FIG. 5 shows still another alternative embodiment. In this embodiment, the antenna wire denoted 284, corresponding to the radiating wire 84, is wound in a helix around an elastically deformable pylon 286. In the absence of stress, the pylon 286 extends perpendicular to the plate 22.
As before, the pylon 286 is connected to a mechanism 188 for moving its end, thereby allowing bending of the axis of the helix of the wire 284 by deforming the pylon 286. In this way, the mechanism 188 ensures an emission of the elementary wave produced by each wire in a direction angularly offset relative to the normal to the wall 22.
In the embodiment illustrated in FIG. 6, a focusing lens 288 is added to the arrangement described in FIG. 5. This lens is placed at the free end of the pylon 286.
According to an alternative of the embodiment described in FIG. 1, the wall 48 is eliminated and the antenna elements are then powered from the center. The mode converter 70 is supported by the inner surface of the wall 22.

Claims

1. A radiofrequency antenna comprising a chassis and an emission surface supporting a set of radiating antenna elements, each radiating in a unique emission direction, each antenna element being at least partially movable relative to the emission surface to modify its phase shift and comprising means for moving the antenna elements in a coordinated manner along said surface to form, from the elementary waves produced by the antenna elements, a coherent wave propagating in a direction that is angularly offset relative to the normal to the emission surface, the movement means comprising racks slidingly mounted relative to the emission surface and the emission wires being integral with drive pinions engaged with the racks, the movement means comprising a mechanism for synchronized movement of the racks,

wherein the synchronized movement mechanism includes a rotary control crown relative to the chassis and provided with control cams of the racks, the racks each being equipped with at least one cam follower cooperating with a cam, and a motor for rotating the crown.
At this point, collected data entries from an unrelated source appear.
"""Feedpoint impedance models of the demo club's antennas, vectorised over frequency.

These are *models*, fitted to a handful of parameters (resonant frequency, resistance at
resonance, loaded Q), not field solutions. They are good enough to make sweeps that
look like an antenna analyzer's view of a real antenna, and every one of them has a
known resonance and Q so tests can check the metrics against the model.

    model            picture                                           resonance at f0
    ---------------  ------------------------------------------------  ---------------
    SeriesRLC        R + j(ωL − 1/ωC)                                  series
    Dipole           thin wire as an open-ended lossy line, βl = π/2   series (~50–75 Ω)
    Vertical         quarter-wave monopole over radials (image dipole) series (~36 Ω + ground)
    FanDipole        several dipoles in parallel on one feedpoint       one per branch
    Yagi             driven element shortened, hairpin (shunt L) match series, 50 Ω matched
    JPole/Collinear  parallel resonance, stub-matched to ~50 Ω          parallel
    EndFed           half-wave end-fed (βl = π), 49:1 transformer       parallel, harmonics too
    SmallLoop        series RLC, very high Q, coupling loop to 50 Ω     series

The wire antennas use the transmission-line picture of a thin dipole: each arm is an
open-ended line of characteristic impedance Za whose attenuation stands for the
radiated (and lost) power, so Z = Za·coth(α + jθ) with θ = (π/2)·f/f0 for a half-wave
dipole (Schelkunoff's treatment of the dipole as a tapered line is the textbook form of
this idea; from memory). Near f0 it is a series RLC; it also gives the parallel
resonance near 2·f0 and the next series resonance near 3·f0, which a pure RLC cannot.

The two parameters Za and α are fitted so that at f0 the resistance equals
``r_rad_ohm + r_loss_ohm`` and the Yaghjian–Best Q, ω0·|Z′(ω0)|/(2R), equals ``q``
exactly (A. D. Yaghjian and S. R. Best, IEEE Trans. Antennas Propag. 53(4), 2005).
For Za·coth(α + jπf/(2f0)):  R(f0) = Za·tanh α  and  Q = π/(2·sinh 2α).
"""

from __future__ import annotations

import math
from dataclasses import dataclass, field
from functools import cached_property
from typing import Protocol, runtime_checkable

import numpy as np
from numpy.typing import NDArray
from scipy.optimize import brentq

FloatArray = NDArray[np.float64]
ComplexArray = NDArray[np.complex128]

Z0_OHM = 50.0


@runtime_checkable
class AntennaModel(Protocol):
    """Anything with a design resonance that gives a feedpoint impedance at each frequency."""

    @property
    def f0_hz(self) -> float: ...

    def impedance(self, freq_hz: FloatArray) -> ComplexArray: ...

    def describe(self) -> str: ...
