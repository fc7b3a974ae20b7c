"""Trend index ends with sweep_id, so the trend's ORDER BY needs no sort step.

Revision ID: 0002
Revises: 0001
Create Date: 2026-12-02 10:40:00
"""

from collections.abc import Sequence

from alembic import op

revision: str = "0002"
down_revision: str | Sequence[str] | None = "0001"
branch_labels: str | Sequence[str] | None = None
depends_on: str | Sequence[str] | None = None


def upgrade() -> None:
    with op.batch_alter_table("sweep_metrics", schema=None) as batch_op:
        batch_op.drop_index("ix_sweep_metrics_trend")
        batch_op.create_index(
            "ix_sweep_metrics_trend",
            ["antenna_id", "band", "plane", "measured_at", "sweep_id"],
            unique=False,
        )


def downgrade() -> None:
    with op.batch_alter_table("sweep_metrics", schema=None) as batch_op:
        batch_op.drop_index("ix_sweep_metrics_trend")
        batch_op.create_index(
            "ix_sweep_metrics_trend", ["antenna_id", "band", "plane", "measured_at"], unique=False
        )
2. The radiofrequency antenna according to claim 1, wherein the antenna elements are distributed by groups of antenna elements, the elements of a same group being present in a strip of the emission surface extending perpendicular to the projection of the emission direction on the surface, the antenna elements of a same group being positioned to produce elementary waves having a same phase shift relative to the waves produced by the antenna elements of another group.
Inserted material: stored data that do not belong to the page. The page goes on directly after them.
def parse_case(doc: Mapping[str, Any], *, source: str = "<case>", base_dir: Path | None = None) -> Case:
    """Validate a parsed TOML document into a ``Case``.

    Raises
    ------
    CaseError
        For any missing, malformed or unknown key.
    """
    top = _Reader(source, doc, "", KNOWN_KEYS[""])
    title = top.text("title", "untitled")
    for name in ("wave", "far_field", "solver", "output", "geometry", "near_field", "materials"):
        if top.has(name) and not isinstance(doc[name], Mapping):
            raise top.fail(name, "must be a table")
    if not top.has("wave"):
        raise top.fail("wave", "is required: [wave] with field and frequency_hz")
    wave_table, adaptive = _adaptive_band(_Reader(source, top.get("wave") or {}, "wave"))
    wave_table, fields = _field_list(_Reader(source, wave_table, "wave"))
    field_kind, freqs, medium = _wave(_Reader(source, wave_table, "wave"))

    geometry = top.get("geometry")
    drawing = None
    audit = None
    if geometry is not None:
        drawing, audit = _load_geometry(_Reader(source, geometry, "geometry", KNOWN_KEYS["geometry"]), base_dir)
    materials = _materials(top, source)
    scatterers = _bodies(top, source, field_kind, drawing, materials)
    notes = tuple(
        f"body {s.name!r} has {len(s.body.holes)} hole(s): closed cavities of an impenetrable "
        "body do not affect the exterior field and are not meshed"
        for s in scatterers if s.body.holes and not s.is_penetrable
    )
    incidents = _incidents(top, source, scatterers)

    ffr = _Reader(source, top.get("far_field") or {}, "far_field", KNOWN_KEYS["far_field"])
    if ffr.has("angles_deg"):
        angles = np.array(ffr.values("angles_deg"))
    else:
        ffr.used.add("angles_deg")
        angles = np.linspace(0.0, 360.0, 721)
    length = ffr.number("length_m", positive=True) if ffr.has("length_m") else None
    ffr.used.add("length_m")
    ffr.finish(KNOWN_KEYS["far_field"])
    solver = _solver(_Reader(source, top.get("solver") or {}, "solver", KNOWN_KEYS["solver"]))
    if top.has("run") and not isinstance(doc["run"], Mapping):
        raise top.fail("run", "must be a table: [run] accept_warnings = true")
    rr = _Reader(source, top.get("run") or {}, "run", KNOWN_KEYS["run"])
    accept = rr.get("accept_warnings", False)
    if not isinstance(accept, bool):
        raise rr.fail("accept_warnings", f"must be true or false, got {accept!r}")
    if audit is not None:
        notes += tuple(audit.get("unit_notes", ()))
    output = _output(_Reader(source, top.get("output") or {}, "output", KNOWN_KEYS["output"]),
                     title, source, audit, notes)
    output = replace(output, accept_warnings=accept, length_m=length,
                     range_profile=_range_profile(top, source, freqs, incidents, adaptive is not None),
                     image=_image(top, source, freqs, incidents))
    near = None
    if top.has("near_field"):
        near = _near_field(_Reader(source, top.get("near_field"), "near_field", KNOWN_KEYS["near_field"]),
                           base_dir, incidents)
    top.used.update({"body", "incident"})
    top.finish(KNOWN_KEYS[""])
    problem = Problem(
        field=field_kind,
        medium=medium,
        scatterers=tuple(scatterers),
        incidents=tuple(incidents),
        frequencies_hz=freqs,
        far_field_deg=angles,
        near_field=near,
        solver=solver,
    )
    if adaptive is not None:
        rows = adaptive.fit_points * np.size(angles) * len(incidents)
        if rows > MAX_FITTED_ROWS:
            raise CaseError(
                f"{source}: [wave] frequency_hz: fitted_sweep.csv would hold {rows} rows (fit_points x far-field "
                f"angles x incident waves); at most {MAX_FITTED_ROWS}: give fewer [far_field] angles_deg, "
                "incident waves or fit_points"
            )
    for other in fields[1:]:
        try:
            replace(problem, field=other)
        except ProblemError as exc:
            raise CaseError(f"{source}: [wave] field = {list(fields)}: {exc}") from None
    return Case(problem, output, adaptive, fields)


def _field_list(wave: _Reader) -> tuple[Mapping[str, Any], tuple[FieldKind, ...]]:
    """``field = ["tm", "te"]``: the fields, and the table with the first one."""
    value = wave.table.get("field")
    if not isinstance(value, list):
        return wave.table, ()
    names = [v for v in value if isinstance(v, str)]
    if not value or len(names) != len(value) or len(set(names)) != len(names) or not set(names) <= {"tm", "te"}:
        raise wave.fail("field", f"a list of fields holds \"tm\" and \"te\", each once, got {value!r}")
    return {**wave.table, "field": value[0]}, tuple(cast(FieldKind, v) for v in value)


def _adaptive_band(wave: _Reader) -> tuple[Mapping[str, Any], AdaptiveBand | None]:
    """``frequency_hz = { start, stop, adaptive_db, fit_points }``: the band, and the table with its first frequencies."""
    value = wave.table.get("frequency_hz")
    if not isinstance(value, Mapping) or "adaptive_db" not in value:
        return wave.table, None
    allowed = {"start", "stop", "adaptive_db", "fit_points"}
    if not {"start", "stop"} <= set(value) <= allowed:
        raise wave.fail("frequency_hz", f"an adaptive band takes start, stop, adaptive_db and fit_points, got {sorted(value)}")
    for key in ("start", "stop", "adaptive_db"):
        if not _is_finite_number(value[key]) or value[key] <= 0:
            raise wave.fail("frequency_hz", f"{key} must be a positive number, got {value[key]!r}")
    points = value.get("fit_points", 1000)
    if isinstance(points, bool) or not isinstance(points, int) or points < 2:
        raise wave.fail("frequency_hz", f"fit_points must be an integer of at least 2, got {points!r}")
    if not value["start"] < value["stop"]:
        raise wave.fail("frequency_hz", f"start must be below stop, got {value['start']} and {value['stop']}")
    band = AdaptiveBand(float(value["start"]), float(value["stop"]), float(value["adaptive_db"]), points)
    return {**wave.table, "frequency_hz": list(band.initial_hz())}, band


def refuse_absurd(case: Case) -> None:
    """Refuse at once a case whose mesh would need more than ``mesh.MAX_PANELS`` panels.

    A one-line estimate (perimeter over wavelength, ``guardrails.estimate_panels``)
    made before any meshing; the message names the quantity that is absurd
    (the frequency, the bodies' size, or the panel setting).

    Raises
    ------
    CaseError
        If the estimate is above the limit.
    """
    source, problem = case.output.case, case.problem
    has_drawing = case.output.drawing_audit is not None
    from .guardrails import estimate_panels
    from .mesh import MAX_PANELS

    est = estimate_panels(problem)
    if not est.is_absurd:
        return
    tail = (f"the mesh would need at least {est.panels:.2g} panels (at most {MAX_PANELS})")
    if not 1e-4 <= est.size_m <= 1e5:
        key = "[geometry] units" if has_drawing else "[[body]] shape"
        raise CaseError(
            f"{source}: {key}: the bodies span {est.size_m:.3g} m, an absurd size for a cross-section; "
            f"{tail}; check the drawing's units (units = \"mm\", ...)"
        )
    if est.wavelength_m * 1e4 < est.size_m and problem.solver.max_panel_wavelengths is None:
        raise CaseError(
            f"{source}: [wave] frequency_hz: {est.frequency_hz:.4g} Hz is absurd for bodies {est.size_m:.3g} m "
            f"across: the wavelength is {est.wavelength_m:.3g} m and {tail}; give the frequency in Hz "
            "(9.4e9 or \"9.4 GHz\" for 9.4 GHz)"
        )
    raise CaseError(
        f"{source}: [solver] max_panel_wavelengths: panels of at most {problem.solver.max_panel_wavelengths or 1:g} "
        f"wavelengths ({est.wavelength_m:.3g} m) at {est.frequency_hz:.4g} Hz on {est.perimeter_m:.3g} m of boundary: "
        f"{tail}; raise max_panel_wavelengths or lower the frequency"
    )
3. The radiofrequency antenna according to claim 1, wherein the means for moving the antenna elements can position the antenna elements so that they each produce an elementary wave phase shifted by a phase shift

φ relative to the other antenna elements defined by:

φ=2πh tgθ/λ

where θ is the incline angle of the emission direction relative to the normal to the emission surface, λ is the wavelength of the electromagnetic radiation, and h is the distance of the antenna element from a reference axis measured along the emission direction on the emission surface.
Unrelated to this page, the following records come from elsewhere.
class _Walker:
    def __init__(self, path: Path, root: Element) -> None:
        self.path = path
        self.ids: dict[str, Element] = {}
        for el in root.iter():
            ident = el.get("id")
            if ident:
                self.ids.setdefault(ident, el)
        self.shapes: list[_Shape] = []
        self.counts: Counter[str] = Counter()
        self.skipped: Counter[str] = Counter()
        self.notes: list[str] = []
        self.layers: dict[str, LayerInfo] = {}
        self.budget = MAX_SVG_ELEMENTS
        self.serial = 0
        #: size (user units) of the viewport each percentage refers to
        self.viewports: list[tuple[float, float]] = [(0.0, 0.0)]
        self.sheet = _StyleSheet(root)

    def where(self, el: Element, tag: str) -> str:
        ident = el.get("id")
        return f"{self.path}: <{tag}{f' id={ident!r}' if ident else ''}>"

    def size(self, value: str | None, ref: float, where: str, attr: str) -> float:
        """A width or height: a length, or a percentage of the viewport's ``ref``."""
        if value is not None and value.strip().endswith("%"):
            mt = _LENGTH_RE.match(value)
            if mt is None:
                raise DrawingError(f"{where}: cannot read {attr}={value!r}")
            return float(mt.group(1)) / 100.0 * ref
        if value is None or value.strip() in ("", "auto"):
            return ref
        return _length(value, ref, where, attr)

    def walk(  # noqa: C901 - one branch per SVG element kind
        self, el: Element, ctm: Matrix, layer: str, hidden: bool, depth: int,
        uses: tuple[str, ...], via: str, paint: dict[str, str],
    ) -> None:
        self.budget -= 1
        if self.budget < 0:
            raise DrawingError(
                f"{self.path}: more than {MAX_SVG_ELEMENTS} elements after expanding <use>; "
                f"the drawing is too large or its <use> references multiply without end"
            )
        ns, tag = _local(el.tag)
        if ns not in ("", _SVG_NS):
            return  # editor metadata (sodipodi, inkscape, ...)
        self.serial += 1
        style = _style(el, self.sheet)
        if style.get("display") == "none":
            self.skipped[f"{tag} (display:none)"] += 1
            return
        vis = style.get("visibility")
        if vis in ("hidden", "collapse"):
            hidden = True
        elif vis == "visible":
            hidden = False
        paint = dict(paint)
        for key in ("fill", "stroke", "fill-opacity"):
            val = style.get(key)
            if val and val != "inherit":
                paint[key] = val
        where = self.where(el, tag)
        if style.get("clip-path", "none") != "none" or style.get("mask", "none") != "none":
            self.notes.append(f"{where} has a clip-path or mask, which is not applied: "
                              f"its shapes are read whole")
        m = ctm @ parse_transform(el.get("transform"), where=where)
        if tag in ("g", "a"):
            layer = self.group_layer(el, layer, hidden, depth)
            for child in el:
                self.walk(child, m, layer, hidden, depth + 1, uses, via, paint)
        elif tag == "switch":
            layer = self.group_layer(el, layer, hidden, depth)
            chosen = self.switch_child(el)
            n_other = sum(1 for c in el if _local(c.tag)[0] in ("", _SVG_NS)) - (chosen is not None)
            if n_other:
                self.skipped["switch alternative"] += n_other
            if chosen is not None:
                self.walk(chosen, m, layer, hidden, depth + 1, uses, via, paint)
        elif tag == "svg":
            self.viewport(el, el, m, layer, hidden, depth, uses, via, paint, where,
                          el.get("width"), el.get("height"))
        elif tag == "use":
            self.use(el, m, layer, hidden, depth, uses, where, paint)
        elif tag in _SHAPES:
            if hidden:
                self.skipped[f"{tag} (visibility:hidden)"] += 1
                return
            self.add_shape(el, tag, where, m, layer, via, paint)
        elif tag in _NOT_RENDERED:
            pass
        else:
            self.skipped[tag] += 1

    def group_layer(self, el: Element, layer: str, hidden: bool, depth: int) -> str:
        if el.get(f"{_INKSCAPE}groupmode") == "layer":
            layer = el.get(f"{_INKSCAPE}label") or el.get("id") or layer
            self.layers.setdefault(layer, LayerInfo(layer, is_on=not hidden))
        elif depth == 1 and layer == "0":
            layer = el.get(f"{_INKSCAPE}label") or el.get("id") or layer
        return layer

    @staticmethod
    def switch_child(el: Element) -> Element | None:
        """The child a ``<switch>`` renders: the first whose conditions hold.

        ``requiredExtensions`` naming anything fails (no extension is
        supported), ``systemLanguage`` holds when it lists English (``en``),
        ``requiredFeatures`` always holds (SVG 2 drops it).
        """
        for child in el:
            if _local(child.tag)[0] not in ("", _SVG_NS):
                continue
            if (child.get("requiredExtensions") or "").strip():
                continue
            langs = child.get("systemLanguage")
            if langs is not None and not any(
                lang.strip().lower().split("-")[0] == "en" for lang in langs.split(",")
            ):
                continue
            return child
        return None

    def viewport(
        self, el: Element, content: Element, m: Matrix, layer: str, hidden: bool, depth: int,
        uses: tuple[str, ...], via: str, paint: dict[str, str], where: str,
        w_text: str | None, h_text: str | None, xy: tuple[float, float] | None = None,
    ) -> None:
        """Walk the children of a nested ``<svg>`` or a ``<symbol>`` in its own viewport.

        ``width``/``height`` default to 100% of the enclosing viewport (SVG 2
        ``auto``). Content outside the viewport is clipped by SVG unless
        ``overflow`` is visible; sectionwave does not clip, and says so.
        """
        pw, ph = self.viewports[-1]
        if xy is None:
            x = _length(el.get("x"), 0.0, where, "x")
            y = _length(el.get("y"), 0.0, where, "y")
        else:
            x, y = xy
        w = self.size(w_text, pw, where, "width")
        h = self.size(h_text, ph, where, "height")
        vp = np.eye(3)
        inner = (w, h)
        if w > 0 and h > 0:
            vp, vb = _viewport(el, w, h, where)
            if vb is not None:
                inner = (vb[2], vb[3])
        elif el.get("viewBox"):
            self.notes.append(f"{where} has a viewBox but no size to map it to: viewBox ignored")
        m2 = m @ _translate(x, y) @ vp
        first = len(self.shapes)
        self.viewports.append(inner)
        try:
            for child in content:
                self.walk(child, m2, layer, hidden, depth + 1, uses, via, paint)
        finally:
            self.viewports.pop()
        overflow = _style(el, self.sheet).get("overflow", "hidden")
        if w > 0 and h > 0 and overflow not in ("visible", "auto"):
            self.check_clip(first, m @ _translate(x, y), w, h, where)

    def check_clip(self, first: int, m: Matrix, w: float, h: float, where: str) -> None:
        """Note shapes that reach outside a viewport rectangle (SVG would clip them)."""
        if first >= len(self.shapes):
            return
        inv = np.linalg.inv(m)
        tol = _CLIP_TOL_REL * max(w, h)
        outside = []
        for shp in self.shapes[first:]:
            pts = np.vstack([s.points(np.linspace(0.0, 1.0, 33)) for s in shp.segs])
            loc = pts @ inv[:2, :2].T + inv[:2, 2]
            if (loc[:, 0].min() < -tol or loc[:, 1].min() < -tol
                    or loc[:, 0].max() > w + tol or loc[:, 1].max() > h + tol):
                outside.append(shp.ident)
        if outside:
            shown = ", ".join(outside[:4]) + (f" and {len(outside) - 4} more"
                                              if len(outside) > 4 else "")
            self.notes.append(
                f"{where}: {len(outside)} shape(s) reach outside the viewport ({w:g} x {h:g} "
                f"user units) that SVG clips them to ({shown}); clipping is not applied, "
                f"the shapes are read whole: crop them in the drawing if the clip matters"
            )

    def use(
        self, el: Element, m: Matrix, layer: str, hidden: bool, depth: int,
        uses: tuple[str, ...], where: str, paint: dict[str, str],
    ) -> None:
        href = el.get("href") or el.get(_XLINK_HREF) or ""
        if not href.startswith("#") or href[1:] not in self.ids:
            self.notes.append(f"{where} refers to {href!r}, which is not in the file: skipped")
            self.skipped["use (missing target)"] += 1
            return
        ref = href[1:]
        if ref in uses:
            raise DrawingError(
                f"{where}: <use> references form a loop ({' -> '.join((*uses, ref))}); "
                f"break the loop"
            )
        x = _length(el.get("x"), 0.0, where, "x")
        y = _length(el.get("y"), 0.0, where, "y")
        target = self.ids[ref]
        m2 = m @ _translate(x, y)
        via = f" via <use href='#{ref}'>"
        ttag = _local(target.tag)[1]
        if ttag in ("symbol", "svg"):
            # width/height on <use> override the symbol's (or svg's) own;
            # the <use> x/y already moved the origin.
            tstyle = _style(target, self.sheet)
            if tstyle.get("display") == "none":
                self.skipped[f"{ttag} (display:none)"] += 1
                return
            tpaint = dict(paint)
            for key in ("fill", "stroke", "fill-opacity"):
                if tstyle.get(key) and tstyle[key] != "inherit":
                    tpaint[key] = tstyle[key]
            tx = _length(target.get("x"), 0.0, where, "x") if ttag == "svg" else 0.0
            ty = _length(target.get("y"), 0.0, where, "y") if ttag == "svg" else 0.0
            m3 = m2 @ parse_transform(target.get("transform"), where=where)
            self.viewport(
                target, target, m3, layer, hidden, depth + 1, (*uses, ref), via, tpaint,
                self.where(target, ttag), el.get("width") or target.get("width"),
                el.get("height") or target.get("height"), (tx, ty),
            )
        else:
            self.walk(target, m2, layer, hidden, depth + 1, (*uses, ref), via, paint)

    def add_shape(
        self, el: Element, tag: str, where: str, m: Matrix, layer: str, via: str,
        paint: dict[str, str],
    ) -> None:
        subpaths = self.shape(el, tag, where)
        if not any(subpaths):
            self.skipped[f"empty {tag}"] += 1
            return
        fill = paint.get("fill", "black")
        try:
            opacity = float(paint.get("fill-opacity", "1").rstrip("%"))
        except ValueError:
            opacity = 1.0
        is_filled = tag != "line" and fill not in ("none", "transparent") and opacity > 0.0
        ident = el.get("id") or f"{tag}[{self.serial}]"
        if is_filled:
            # SVG fills an open subpath as if closed by a straight line.
            for k, sub in enumerate(subpaths):
                if not sub:
                    continue
                a, b = sub[0].start, sub[-1].end
                x0, y0, x1, y1 = _box(sub)
                closed = float(np.hypot(*(a - b))) <= 1e-9 * max(x1 - x0, y1 - y0)
                if not closed and not (len(sub) == 1 and isinstance(sub[0], Line)):
                    sub.append(Line(b.copy(), a.copy()))
                    if tag == "path":
                        self.notes.append(
                            f"{where}: filled subpath {k + 1} has no closing Z; closed with a "
                            f"straight line from {_fmt_pt(b)} to {_fmt_pt(a)} (user units) as "
                            f"SVG fills it"
                        )
        a_m, b_m = m[:2, :2], m[:2, 2]
        segs = [s.transformed(a_m, b_m) for sub in subpaths for s in sub]
        src = f"<{tag} id={ident!r}>{via}"
        self.shapes.append(_Shape(
            tag, ident, src, layer, segs, is_filled, fill, len(self.shapes),
            is_rect=_is_axis_rectangle(segs), box=_box(segs),
        ))
        self.counts[tag] += 1

    def shape(self, el: Element, tag: str, where: str) -> list[list[Segment]]:
        def num(name: str, default: float = 0.0) -> float:
            return _length(el.get(name), default, where, name)

        if tag == "path":
            return parse_path_data(el.get("d") or "", where=where)
        if tag == "circle":
            r = num("r")
            if r <= 0:
                return []
            center = np.array([num("cx"), num("cy")])
            return [[EllipticalArc(center, r * np.eye(2), 0.0, 2 * math.pi)]]
        if tag == "ellipse":
            # SVG 2: rx or ry 'auto' (or missing) takes the other's value; a
            # negative value is invalid and falls back to 'auto' as well.
            rx_t, ry_t = el.get("rx"), el.get("ry")
            rx = _length(rx_t, -1.0, where, "rx") if rx_t not in (None, "auto") else -1.0
            ry = _length(ry_t, -1.0, where, "ry") if ry_t not in (None, "auto") else -1.0
            if rx < 0:
                rx = ry
            elif ry < 0:
                ry = rx
            if rx <= 0 or ry <= 0:
                return []
            center = np.array([num("cx"), num("cy")])
            return [[EllipticalArc(center, np.diag([rx, ry]), 0.0, 2 * math.pi)]]
        if tag == "line":
            p0 = np.array([num("x1"), num("y1")])
            p1 = np.array([num("x2"), num("y2")])
            return [] if np.array_equal(p0, p1) else [[Line(p0, p1)]]
        if tag in ("polyline", "polygon"):
            vals = [float(v) for v in _NUMBER_RE.findall(el.get("points") or "")]
            pts = np.array(vals[: len(vals) // 2 * 2]).reshape(-1, 2)
            if tag == "polygon" and len(pts) > 2:
                pts = np.vstack([pts, pts[:1]])
            pairs = zip(pts[:-1], pts[1:], strict=True)
            return [[Line(a, b) for a, b in pairs if not np.array_equal(a, b)]]
        return [self.rect(num("x"), num("y"), num("width"), num("height"), el, where)]

    def rect(
        self, x: float, y: float, w: float, h: float, el: Element, where: str
    ) -> list[Segment]:
        if w <= 0 or h <= 0:
            return []
        rx_t, ry_t = el.get("rx"), el.get("ry")
        rx = _length(rx_t, -1.0, where, "rx") if rx_t not in (None, "auto") else -1.0
        ry = _length(ry_t, -1.0, where, "ry") if ry_t not in (None, "auto") else -1.0
        if rx < 0 and ry < 0:
            rx = ry = 0.0
        elif rx < 0:
            rx = ry
        elif ry < 0:
            ry = rx
        rx, ry = min(rx, w / 2), min(ry, h / 2)
        if rx == 0 or ry == 0:
            corners = [(x, y), (x + w, y), (x + w, y + h), (x, y + h), (x, y)]
            cs = np.array(corners)
            return [Line(a, b) for a, b in zip(cs[:-1], cs[1:], strict=True)]
        half = 0.5 * math.pi
        ax = np.diag([rx, ry])
        segs: list[Segment] = []
        plan = [
            ((x + rx, y), (x + w - rx, y), (x + w - rx, y + ry), -half),
            ((x + w, y + ry), (x + w, y + h - ry), (x + w - rx, y + h - ry), 0.0),
            ((x + w - rx, y + h), (x + rx, y + h), (x + rx, y + h - ry), half),
            ((x, y + h - ry), (x, y + ry), (x + rx, y + ry), 2 * half),
        ]
        for a, b, c, th in plan:
            if a != b:
                segs.append(Line(np.array(a), np.array(b)))
            segs.append(EllipticalArc(np.array(c), ax, th, half))
        return segs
4. The radiofrequency antenna according to claim 1, wherein the antenna elements each include an emission wire rotatably mounted relative to the emission surface and the means for moving the antenna elements are capable of rotating the antenna elements.

5. The radiofrequency antenna according to claim 1, wherein the emission surface supporting the radiating antenna elements is rotary relative to the chassis, and in that it comprises means for rotating the emission surface.

6. The radiofrequency antenna according to claim 1, wherein the chassis delimits a closed vacuum space in which the antenna elements are contained, and in that it comprises force-reacting guide pins between the chassis and the emission surface.